Stored items:

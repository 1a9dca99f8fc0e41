import { describeValue, type FlexuraIssue, issue } from "../errors/index.js";
import { dimensionOfKind, fitsDimension, tryUnitFactor, unitSystems, type QuantityKind, type UnitSystemName } from "../units/index.js";
import type { ModelScale } from "./analysis.js";
import type { ModelQuantityKind, ModelUnits } from "./model.js";
import { UNIT_SYSTEM_NAMES } from "./schema-parts.js";

/** The units module's kind of quantity behind each model unit. */
export const QUANTITY_KIND_OF: { readonly [K in ModelQuantityKind]: QuantityKind } = {
  length: "length",
  force: "force",
  moment: "moment",
  forcePerLength: "forcePerLength",
  deflection: "length",
  rotation: "rotation",
  stress: "stress",
  modulus: "stress",
  sectionLength: "length",
  area: "area",
  secondMoment: "secondMoment",
  sectionModulus: "sectionModulus",
  translationalStiffness: "translationalStiffness",
  rotationalStiffness: "rotationalStiffness",
};

/** Every model unit field, in the order documented. */
export const MODEL_UNIT_FIELDS = Object.keys(QUANTITY_KIND_OF) as readonly ModelQuantityKind[];

const SECTION_LENGTH_OF_SYSTEM: Readonly<Record<UnitSystemName, string>> = {
  siNewtonMetre: "m",
  siKilonewtonMetre: "mm",
  siNewtonMillimetre: "mm",
  usKipFoot: "in",
  usKipInch: "in",
};

/** The units a model gets when its file names none (documented in docs/model-format.md); frozen. */
export const DEFAULT_MODEL_UNITS: ModelUnits = Object.freeze({
  length: "m",
  force: "kN",
  moment: "kN*m",
  forcePerLength: "kN/m",
  deflection: "mm",
  rotation: "rad",
  stress: "MPa",
  modulus: "MPa",
  sectionLength: "mm",
  area: "mm^2",
  secondMoment: "mm^4",
  sectionModulus: "mm^3",
  translationalStiffness: "kN/m",
  rotationalStiffness: "kN*m/rad",
});

// Brackets only where the unit grammar needs them (one "/" per level; a power binds to one symbol).
const wrap = (unit: string): string => (unit.includes("/") ? `(${unit})` : unit);
const wrapPower = (unit: string): string => (/[*/\s-]/.test(unit) ? `(${unit})` : unit);

/**
 * Fills in every unit of a model: a unit given in the file wins, then the preset named by
 * `system`, then a unit derived from the base ones (moment = force*length, ...), then the defaults.
 */
export function resolveUnits(given: Readonly<Record<string, unknown>>): ModelUnits {
  const name = Object.hasOwn(given, "system") ? given["system"] : undefined;
  // Own names only: "hasOwnProperty" or "constructor" is not a preset (the schema reports it).
  const system = (UNIT_SYSTEM_NAMES as readonly unknown[]).includes(name) ? unitSystems[name as UnitSystemName] : undefined;
  const pick = (field: ModelQuantityKind, derived: string): string => {
    const value = Object.hasOwn(given, field) ? given[field] : undefined;
    if (typeof value === "string" && value.trim() !== "") return value.trim();
    if (system !== undefined) return field === "sectionLength" ? SECTION_LENGTH_OF_SYSTEM[system.name] : system[field];
    return derived;
  };
  const length = pick("length", DEFAULT_MODEL_UNITS.length);
  const force = pick("force", DEFAULT_MODEL_UNITS.force);
  const moment = pick("moment", `${wrap(force)}*${wrap(length)}`);
  const stress = pick("stress", DEFAULT_MODEL_UNITS.stress);
  const sectionLength = pick("sectionLength", DEFAULT_MODEL_UNITS.sectionLength);
  return {
    length,
    force,
    moment,
    forcePerLength: pick("forcePerLength", `${wrap(force)}/${wrap(length)}`),
    deflection: pick("deflection", DEFAULT_MODEL_UNITS.deflection),
    rotation: pick("rotation", DEFAULT_MODEL_UNITS.rotation),
    stress,
    modulus: pick("modulus", stress),
    sectionLength,
    area: pick("area", `${wrapPower(sectionLength)}^2`),
    secondMoment: pick("secondMoment", `${wrapPower(sectionLength)}^4`),
    sectionModulus: pick("sectionModulus", `${wrapPower(sectionLength)}^3`),
    translationalStiffness: pick("translationalStiffness", `${wrap(force)}/${wrap(length)}`),
    rotationalStiffness: pick("rotationalStiffness", `${wrap(moment)}/rad`),
  };
}

/**
 * The SI scale of every model unit (SI base units per model unit). Units that cannot be read, or
 * that measure the wrong thing, are reported as issues under `units.<field>` (when `given(field)`,
 * the field having been written in the file rather than derived) and left out.
 */
export function scaleOfUnits(units: ModelUnits, found: FlexuraIssue[], given: (field: ModelQuantityKind) => boolean = () => true): Partial<ModelScale> {
  const scale: { -readonly [K in ModelQuantityKind]?: number } = {};
  for (const field of MODEL_UNIT_FIELDS) {
    const unit = units[field];
    const path = ["units", field];
    const read = tryUnitFactor(unit, { path });
    // A unit that was not given is derived from given ones: a problem there is reported once, where it was given.
    if (!read.ok) {
      if (given(field)) found.push(...read.error.issues);
      continue;
    }
    const kind = QUANTITY_KIND_OF[field];
    if (!fitsDimension(read.value.dimension, dimensionOfKind(kind))) {
      if (given(field)) found.push(
        issue("wrong-dimension", path, `The unit ${describeValue(unit)} cannot measure ${field === kind ? field : `${field} (a ${kind})`}; use a unit such as "${DEFAULT_MODEL_UNITS[field]}".`, {
          unit,
          expected: kind,
        }),
      );
      continue;
    }
    scale[field] = read.value.scale;
  }
  return scale;
}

WHAT THE TASK REQUIRES
Which lines of the data include the string "rotationalStiffness"? Copy each of them.

RESULT FOR THIS TASK
  rotationalStiffness: "rotationalStiffness",
  rotationalStiffness: "kN*m/rad",
    rotationalStiffness: pick("rotationalStiffness", `${wrap(moment)}/rad`),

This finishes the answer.